CES: Kaplan -- FCC Should Not Rush Auction
Tells CES audience wireless market has reorganized to address "surprise" spectrum crunch
By John Eggerton -- Broadcasting & Cable, 1/9/2013 3:50:40 PMComplete Coverage: CES 2013
The success of the FCC's incentive auction could hinge on not "rushing" an auction -- the FCC has set a 2014 deadline -- before resolving border issues with Canada and Mexico.
That was one of the messages to a Consumer Electronics Show audience from National Association of Broadcasters incentive auction point person Rick Kaplan.
Kaplan, who was at the FCC during the first DTV transition, said that would be nothing compared with the repacking associated with the incentive auctions, and that rushing the process was both counterproductive and unnecessary.
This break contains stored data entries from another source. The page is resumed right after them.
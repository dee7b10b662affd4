import type { ReactNode } from 'react';
import { Link } from 'react-router';
import type { Me } from '../../../shared/schemas/auth';
import { ROLE_LABELS } from '../../lib/authorization';
import { Button } from '../ui/button';
import { AppNav } from './app-nav';
import { Logo } from './logo';
import { ThemeToggle } from './theme-toggle';

export interface AppShellProps {
  me: Me;
  onSignOut: () => void;
  signingOut?: boolean;
  children: ReactNode;
}

/** Header (product, site, user, theme, sign out), role-aware navigation and the page. */
export function AppShell({ me, onSignOut, signingOut = false, children }: AppShellProps) {
  return (
    <div className="flex min-h-dvh flex-col">
      <a
        href="#main"
        className="sr-only focus:not-sr-only focus:fixed focus:top-2 focus:left-2 focus:z-50 focus:rounded-md focus:bg-surface focus:px-3 focus:py-2 focus:shadow"
      >
        Skip to content
      </a>
      <header className="sticky top-0 z-30 border-b border-line bg-surface/95 backdrop-blur">
        <div className="flex h-14 items-center gap-4 px-4 md:px-6">
          <div className="flex items-center gap-2 text-accent">
            <Logo className="size-7" />
            <span className="text-lg font-semibold tracking-tight text-ink">Stillpoint</span>
          </div>
          <span aria-hidden="true" className="hidden h-5 w-px bg-line-strong sm:block" />
          <span className="hidden truncate text-sm text-ink-muted sm:block" data-testid="site-name">
            {me.siteName}
          </span>
          <div className="ml-auto flex items-center gap-3">
            <div className="hidden text-right leading-tight md:block" data-testid="current-user">
              <div className="text-sm font-medium text-ink">{me.name}</div>
              <div className="text-xs text-ink-muted" data-testid="current-role">
                {ROLE_LABELS[me.role]}
              </div>
            </div>
            <ThemeToggle />
            <Link to="/password" className="hidden text-sm text-ink-muted underline-offset-2 hover:text-ink hover:underline sm:block" data-testid="change-password">
              Password
            </Link>
            <Button variant="secondary" size="sm" className="h-9" onClick={onSignOut} loading={signingOut} data-testid="sign-out">
              Sign out
            </Button>
          </div>
        </div>
      </header>
      <div className="flex flex-1 flex-col md:flex-row">
        <aside className="border-b border-line bg-surface/60 px-3 py-2 md:w-52 md:shrink-0 md:border-r md:border-b-0 md:px-3 md:py-5">
          <AppNav role={me.role} className="overflow-x-auto" />
        </aside>
        <main id="main" tabIndex={-1} className="min-w-0 flex-1 px-4 py-6 md:px-8 md:py-8 focus:outline-none">
          <div className="mx-auto max-w-6xl">{children}</div>
        </main>
      </div>
    </div>
  );
}
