import { cn } from '../../lib/cn';
import { useThemeStore } from '../../lib/theme';

/**
 * Switches between the light theme and the dark bench theme; the choice is remembered. The label
 * names the theme the button selects ("Use bench theme" while light, "Use light theme" while on
 * the bench theme), so it reads the same to the eye and to a screen reader.
 */
export function ThemeToggle({ className, compact = false }: { className?: string; compact?: boolean }) {
  const theme = useThemeStore((s) => s.theme);
  const toggle = useThemeStore((s) => s.toggle);
  const bench = theme === 'bench';
  const label = bench ? 'Use light theme' : 'Use bench theme';
  return (
    <button
      type="button"
      onClick={toggle}
      data-testid="theme-toggle"
      data-theme-selects={bench ? 'light' : 'bench'}
      title={bench ? 'Switch to the light theme' : 'Switch to the bench theme (dark, larger numerals)'}
      className={cn(
        'inline-flex h-9 shrink-0 items-center gap-2 rounded-md border border-line-strong bg-surface px-2.5 text-sm text-ink hover:bg-sunken',
        'focus-visible:outline-2 focus-visible:outline-offset-2 focus-visible:outline-focus',
        className,
      )}
    >
      {/* The icon shows the theme the button selects. */}
      <svg viewBox="0 0 20 20" className="size-4" aria-hidden="true">
        {bench ? (
          <>
            <circle cx="10" cy="10" r="3.5" fill="currentColor" />
            <path
              d="M10 1.5v2M10 16.5v2M1.5 10h2M16.5 10h2M4 4l1.4 1.4M14.6 14.6L16 16M4 16l1.4-1.4M14.6 5.4L16 4"
              stroke="currentColor"
              strokeWidth="1.5"
              strokeLinecap="round"
            />
          </>
        ) : (
          <path d="M15.5 12.5A6.5 6.5 0 0 1 7.5 4.5a6.5 6.5 0 1 0 8 8z" fill="currentColor" />
        )}
      </svg>
      <span className={cn(compact && 'sr-only sm:not-sr-only')}>{label}</span>
    </button>
  );
}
Speaking at a panel session Wednesday at the CES show, Kaplan said that the wireless marketplace, through various spectrum deals -- Verizon SpectrumCo and Sprint/Clearwire, for example -- had reorganized itself to respond to the "surprise" spectrum crunch, which gives the FCC time get the auction right rather than simply get it done.
Kaplan also said he was not sure channel sharing was going to work -- one of the options the FCC has given broadcasters who give up spectrum.
Charla Rath, VP, wireless policy development for Verizon, said Kaplan was right that the industry had some time, but said that the demand had grown -- for one thing, with the advent of tablets that were not around when the FCC's Broadband Plan was talking about the coming crunch. But she said that does not change the urgency and warned about a delay that would mean spectrum was not available when it needed to be.
FCC Media Bureau chief Bill Lake said the FCC was still looking at a 2014 auction, pointing out that was partly based on the prediction that 2015 would be a crunch year for spectrum.
Introducing the panel was Rep. Lee Terry (R-Neb.), a Republican leader on the House Communications Subcommittee that helped produce the incentive auction legislation.
He said he was concerned with how the FCC was going to get broadcasters to participate given that they could not be forced to give up spectrum and the FCC would have only $3 billion to compensate them. He suggested that could run out quickly.
"Let's not fool ourselves," he said, one of Congress's major reasons for the auction was money. "We want the FCC to design us rules to get at least $24 billion."
Kaplan said he thought that in the major markets where the FCC is most in need of spectrum, the stations would command a higher price than the FCC could pay.
Neil Fried, senior telecommunications counsel to the House Energy and Commerce Committee, suggested that might be the case for the top station in a big market, but that the exit price for the 25th station in the market might not be so high.
Both Fried and Terry said the committee would continue to monitor the FCC's progress in coming up with the auction framework. It issued a proposal in September and will be collecting comments through March.
Terry indicated there would be more hearings, but that the committee would try to do that oversight look from a "30,000-foot level" rather than get into the weeds.
That may have been the better part of valor. Mark Fratrik, VP and chief economist for BIA Kelsey, suggested the possible permutations made his "hair hurt." He talked about the prospect of repacking TV stations in concert with an auction with a lot of moving pieces. If station A in market 7 opts out in the third round, he said, that will affect all 30 stations along the Eastern Seaboard. "Repacking is going to be really challenging."
Lake reiterated that the FCC's goal was to keep the complexity in-house and make it as easy as possible for broadcasters to assess their options. He said some broadcasters were making very good use of spectrum, but some weren't. For some, he said, the opportunity to contribute spectrum to the auction, help meet what he said was a booming demand for broadband, and share in the proceeds from the auction "may be very attractive." He also said broadcasters could emerge "stronger than ever."
Kaplan suggested that the FCC not hold itself to the 2014 date, and instead focus on getting the auction framework right and, in that way, free up more spectrum than if it tried to go for speed.
For example, he said he did not think the FCC could conclude talks with Canada and Mexico on border coordination by 2014.
Lake suggested the FCC could do both, but conceded it would be a challenge.